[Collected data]
import type { Color, PDFDocument, PDFFont, PDFPage } from "pdf-lib";
import { rgb } from "pdf-lib";
import { safeText, textWidthPt, wrapText, type PdfFonts } from "./fonts";

function hex(value: string): Color {
  const n = Number.parseInt(value.slice(1), 16);
  return rgb(((n >> 16) & 255) / 255, ((n >> 8) & 255) / 255, (n & 255) / 255);
}

/** The field-notebook palette, printed on white paper. */
export const COLORS = {
  ink: hex("#1e2420"),
  muted: hex("#56615a"),
  green: hex("#2f5d3a"),
  greenTint: hex("#eaf1ec"),
  amber: hex("#a86a12"),
  amberTint: hex("#fcf3e3"),
  brick: hex("#a3392b"),
  brickTint: hex("#f8e9e6"),
  rule: hex("#c5cfc8"),
  white: rgb(1, 1, 1),
} as const;

export const LETTER_PT: [number, number] = [612, 792];

export interface Margins {
  top: number;
  bottom: number;
  left: number;
  right: number;
}

export interface TextStyle {
  bold?: boolean;
  sizePt?: number;
  color?: Color;
}

/**
 * A top-to-bottom cursor over a growing list of pages. Everything drawn through it goes through
 * the glyph check in `fonts.ts`, and nothing is drawn past the bottom margin.
 */
export class PageFlow {
  readonly pages: PDFPage[] = [];
  page!: PDFPage;
  y = 0;

  constructor(
    readonly doc: PDFDocument,
    readonly fonts: PdfFonts,
    readonly margins: Margins,
    private readonly onNewPage: (flow: PageFlow) => void = () => {},
    readonly pageSizePt: [number, number] = LETTER_PT,
  ) {
    this.newPage();
  }

  get left(): number {
    return this.margins.left;
  }

  get width(): number {
    return this.pageSizePt[0] - this.margins.left - this.margins.right;
  }

  get top(): number {
    return this.pageSizePt[1] - this.margins.top;
  }

  /** Points left above the bottom margin. */
  get room(): number {
    return this.y - this.margins.bottom;
  }

  font(bold = false): PDFFont {
    return bold ? this.fonts.bold : this.fonts.regular;
  }

  newPage(): void {
    this.page = this.doc.addPage(this.pageSizePt);
    this.pages.push(this.page);
    this.y = this.top;
    this.onNewPage(this);
  }

  /** Starts a new page unless `heightPt` still fits on this one. */
  ensure(heightPt: number): void {
    if (heightPt > this.room) this.newPage();
  }

  gap(heightPt: number): void {
    this.y -= heightPt;
  }

  /** One line at an absolute position (our own labels and short values); no wrapping. */
  drawLine(text: string, x: number, baselineY: number, style: TextStyle = {}): void {
    const font = this.font(style.bold);
    this.page.drawText(safeText(font, text), {
      x,
      y: baselineY,
      size: style.sizePt ?? 9,
      font,
      color: style.color ?? COLORS.ink,
    });
  }

  /** Wrapped paragraph at the cursor, breaking onto new pages between lines. */
  paragraph(text: string, style: TextStyle = {}, indentPt = 0): void {
    const font = this.font(style.bold);
    const sizePt = style.sizePt ?? 9;
    const lineH = sizePt * 1.35;
    for (const line of wrapText(font, text, sizePt, this.width - indentPt)) {
      this.ensure(lineH);
      this.page.drawText(line, {
        x: this.left + indentPt,
        y: this.y - sizePt,
        size: sizePt,
        font,
        color: style.color ?? COLORS.ink,
      });
      this.y -= lineH;
    }
  }

  /** A bullet point with a hanging indent. */
  bullet(text: string, style: TextStyle = {}): void {
    const indentPt = 12;
    const font = this.font(style.bold);
    const sizePt = style.sizePt ?? 9;
    const lineH = sizePt * 1.35;
    wrapText(font, text, sizePt, this.width - indentPt).forEach((line, i) => {
      this.ensure(lineH);
      if (i === 0) this.drawLine("•", this.left + 2, this.y - sizePt, { sizePt, color: COLORS.green });
      this.page.drawText(line, {
        x: this.left + indentPt,
        y: this.y - sizePt,
        size: sizePt,
        font,
        color: style.color ?? COLORS.ink,
      });
      this.y -= lineH;
    });
    this.y -= 2;
  }

  /** A green section heading with a rule, kept together with `keepWithPt` of what follows. */
  heading(text: string, keepWithPt = 40): void {
    const sizePt = 12;
    this.ensure(sizePt + 12 + keepWithPt);
    this.gap(6);
    this.drawLine(text, this.left, this.y - sizePt, { bold: true, sizePt, color: COLORS.green });
    this.y -= sizePt + 4;
    this.page.drawLine({
      start: { x: this.left, y: this.y },
      end: { x: this.left + this.width, y: this.y },
      thickness: 0.8,
      color: COLORS.green,
    });
    this.y -= 6;
  }
}

/** A table cell: plain text, or text with a second, muted paragraph under it. */
export type Cell = string | { text: string; bold?: boolean; color?: Color; sub?: string };

export interface Column {
  header: string;
  widthPt: number;
  align?: "left" | "right";
}

export interface TableRow {
  cells: Cell[];
  /** One cell across all columns (notes under an animal). */
  span?: boolean;
  fill?: Color;
  minHeightPt?: number;
  bold?: boolean;
  /** Keeps this row on the same page as the next one; no rule between when the next one spans. */
  keepWithNext?: boolean;
  /** For span rows: where the cell starts, in points from the table's left edge. */
  indentPt?: number;
}

export interface TableSpec {
  columns: Column[];
  rows: TableRow[];
  sizePt?: number;
  /** Drawn above the repeated header on every page after the first. */
  continuedTitle?: string;
  /** Vertical rules between columns, for tables filled in by hand. */
  grid?: boolean;
}

interface LaidLine {
  text: string;
  font: PDFFont;
  color: Color;
}

const PAD_X = 3;
const PAD_Y = 3;

/**
 * Draws a table at the cursor. Rows that do not fit move to a new page under a repeated header;
 * a row taller than a whole page (a very long note) is split between lines.
 */
export function drawTable(flow: PageFlow, spec: TableSpec): void {
  const sizePt = spec.sizePt ?? 8.5;
  const lineH = sizePt * 1.3;
  const header = spec.columns.map((c) => wrapText(flow.fonts.bold, c.header, sizePt, c.widthPt - 2 * PAD_X));
  const headerH = Math.max(...header.map((l) => l.length)) * lineH + 2 * PAD_Y;
  const continuedH = spec.continuedTitle ? sizePt * 1.6 : 0;

  const drawHeader = (continued: boolean): void => {
    if (continued && spec.continuedTitle) {
      flow.drawLine(`${spec.continuedTitle} (continued)`, flow.left, flow.y - sizePt, {
        sizePt,
        color: COLORS.muted,
      });
      flow.y -= continuedH;
    }
    flow.page.drawRectangle({
      x: flow.left,
      y: flow.y - headerH,
      width: flow.width,
      height: headerH,
      color: COLORS.greenTint,
    });
    let x = flow.left;
    spec.columns.forEach((col, i) => {
      drawCellLines(
        flow,
        (header[i] ?? []).map((text) => ({ text, font: flow.fonts.bold, color: COLORS.green })),
        x,
        col,
        sizePt,
        lineH,
      );
      x += col.widthPt;
    });
    flow.y -= headerH;
    rule(flow, COLORS.green, 0.8);
  };

  const firstRowH = spec.rows[0] ? Math.min(rowHeight(layRow(flow, spec, spec.rows[0], sizePt), lineH), 3 * lineH) : 0;
  flow.ensure(headerH + firstRowH);
  drawHeader(false);

  const laid = spec.rows.map((row) => layRow(flow, spec, row, sizePt));
  const heightOf = (i: number): number => {
    const row = spec.rows[i];
    const lines = laid[i];
    return row && lines ? Math.max(rowHeight(lines, lineH), row.minHeightPt ?? 0) : 0;
  };
  spec.rows.forEach((row, i) => {
    let lines = laid[i] ?? [];
    const minH = row.minHeightPt ?? 0;
    const fullH = heightOf(i);
    const keptH = fullH + (row.keepWithNext ? Math.min(heightOf(i + 1), 3 * lineH + 2 * PAD_Y) : 0);
    const freshRoom = flow.top - flow.margins.bottom - headerH - continuedH;
    const nearlyFull = flow.room < 4 * lineH + 2 * PAD_Y;
    // A row kept with the one before it starts beside it and splits, rather than leave it alone.
    const follows = spec.rows[i - 1]?.keepWithNext ?? false;
    if (keptH > flow.room && (nearlyFull || (!follows && keptH <= freshRoom))) {
      flow.newPage();
      drawHeader(true);
    }
    // Split only what cannot fit even on a fresh page.
    while (rowHeight(lines, lineH) > flow.room) {
      const fitLines = Math.max(1, Math.floor((flow.room - 2 * PAD_Y) / lineH));
      drawRow(
        flow,
        spec,
        row,
        lines.map((l) => l.slice(0, fitLines)),
        fitLines * lineH + 2 * PAD_Y,
        sizePt,
        lineH,
        true,
      );
      lines = lines.map((l) => l.slice(fitLines));
      flow.newPage();
      drawHeader(true);
    }
    const ruleBelow = !(row.keepWithNext && spec.rows[i + 1]?.span);
    drawRow(flow, spec, row, lines, Math.max(rowHeight(lines, lineH), minH), sizePt, lineH, ruleBelow);
  });
}

function rowHeight(lines: LaidLine[][], lineH: number): number {
  return Math.max(1, ...lines.map((l) => l.length)) * lineH + 2 * PAD_Y;
}

function layRow(flow: PageFlow, spec: TableSpec, row: TableRow, sizePt: number): LaidLine[][] {
  const widths = row.span ? [flow.width - (row.indentPt ?? 0)] : spec.columns.map((c) => c.widthPt);
  return widths.map((widthPt, i) => layCell(flow, row.cells[i] ?? "", row.bold ?? false, sizePt, widthPt - 2 * PAD_X));
}

function layCell(flow: PageFlow, cell: Cell, rowBold: boolean, sizePt: number, widthPt: number): LaidLine[] {
  const spec = typeof cell === "string" ? { text: cell } : cell;
  const font = flow.font(spec.bold ?? rowBold);
  const color = spec.color ?? COLORS.ink;
  const main = wrapText(font, spec.text, sizePt, widthPt).map((text) => ({ text, font, color }));
  if (!spec.sub) return main;
  const sub = wrapText(flow.fonts.regular, spec.sub, sizePt, widthPt);
  return [...main, ...sub.map((text) => ({ text, font: flow.fonts.regular, color: COLORS.muted }))];
}

function drawRow(
  flow: PageFlow,
  spec: TableSpec,
  row: TableRow,
  lines: LaidLine[][],
  heightPt: number,
  sizePt: number,
  lineH: number,
  ruleBelow: boolean,
): void {
  if (row.fill) {
    flow.page.drawRectangle({
      x: flow.left,
      y: flow.y - heightPt,
      width: flow.width,
      height: heightPt,
      color: row.fill,
    });
  }
  const indentPt = row.span ? (row.indentPt ?? 0) : 0;
  const columns = row.span ? [{ header: "", widthPt: flow.width - indentPt }] : spec.columns;
  let x = flow.left + indentPt;
  columns.forEach((col, i) => {
    drawCellLines(flow, lines[i] ?? [], x, col, sizePt, lineH);
    x += col.widthPt;
    if (spec.grid && i < columns.length - 1) {
      flow.page.drawLine({
        start: { x, y: flow.y },
        end: { x, y: flow.y - heightPt },
        thickness: 0.5,
        color: COLORS.rule,
      });
    }
  });
  flow.y -= heightPt;
  if (ruleBelow) rule(flow, COLORS.rule, 0.5);
}

function drawCellLines(flow: PageFlow, lines: LaidLine[], x: number, col: Column, sizePt: number, lineH: number): void {
  lines.forEach((line, i) => {
    const textW = textWidthPt(line.font, line.text, sizePt);
    const lineX = col.align === "right" ? x + col.widthPt - PAD_X - textW : x + PAD_X;
    flow.page.drawText(line.text, {
      x: lineX,
      y: flow.y - PAD_Y - sizePt - i * lineH,
      size: sizePt,
      font: line.font,
      color: line.color,
    });
  });
}

function rule(flow: PageFlow, color: Color, thickness: number): void {
  flow.page.drawLine({
    start: { x: flow.left, y: flow.y },
    end: { x: flow.left + flow.width, y: flow.y },
    thickness,
    color,
  });
}

/** A bordered, tinted box of our own short bullet points (cautions), kept on one page. */
export function drawNoteBox(
  flow: PageFlow,
  title: string,
  items: string[],
  colors: { border: Color; fill: Color; title: Color },
): void {
  const sizePt = 8.5;
  const lineH = sizePt * 1.35;
  const bullet = "•  ";
  const innerW = flow.width - 20;
  const bulletW = textWidthPt(flow.fonts.regular, bullet, sizePt);
  const wrapped = items.map((item) => wrapText(flow.fonts.regular, item, sizePt, innerW - bulletW));
  const heightPt = 10 + sizePt * 1.6 + wrapped.reduce((n, l) => n + l.length, 0) * lineH + 6;
  flow.ensure(heightPt);
  const topY = flow.y;
  flow.page.drawRectangle({
    x: flow.left,
    y: topY - heightPt,
    width: flow.width,
    height: heightPt,
    color: colors.fill,
    borderColor: colors.border,
    borderWidth: 1,
  });
  flow.drawLine(title, flow.left + 10, topY - 8 - sizePt, { bold: true, sizePt, color: colors.title });
  let y = topY - 10 - sizePt * 1.6;
  for (const lines of wrapped) {
    flow.drawLine(bullet, flow.left + 10, y - sizePt, { sizePt, color: colors.title });
    for (const line of lines) {
      flow.page.drawText(line, {
        x: flow.left + 10 + bulletW,
        y: y - sizePt,
        size: sizePt,
        font: flow.fonts.regular,
        color: COLORS.ink,
      });
      y -= lineH;
    }
  }
  flow.y = topY - heightPt;
}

▶ WHAT NEEDS TO BE DONE: Wherever the string "from" appears in a line of the records, copy that line.

▶ EXERCISE OUTPUT:
import type { Color, PDFDocument, PDFFont, PDFPage } from "pdf-lib";
import { rgb } from "pdf-lib";
import { safeText, textWidthPt, wrapText, type PdfFonts } from "./fonts";
  /** For span rows: where the cell starts, in points from the table's left edge. */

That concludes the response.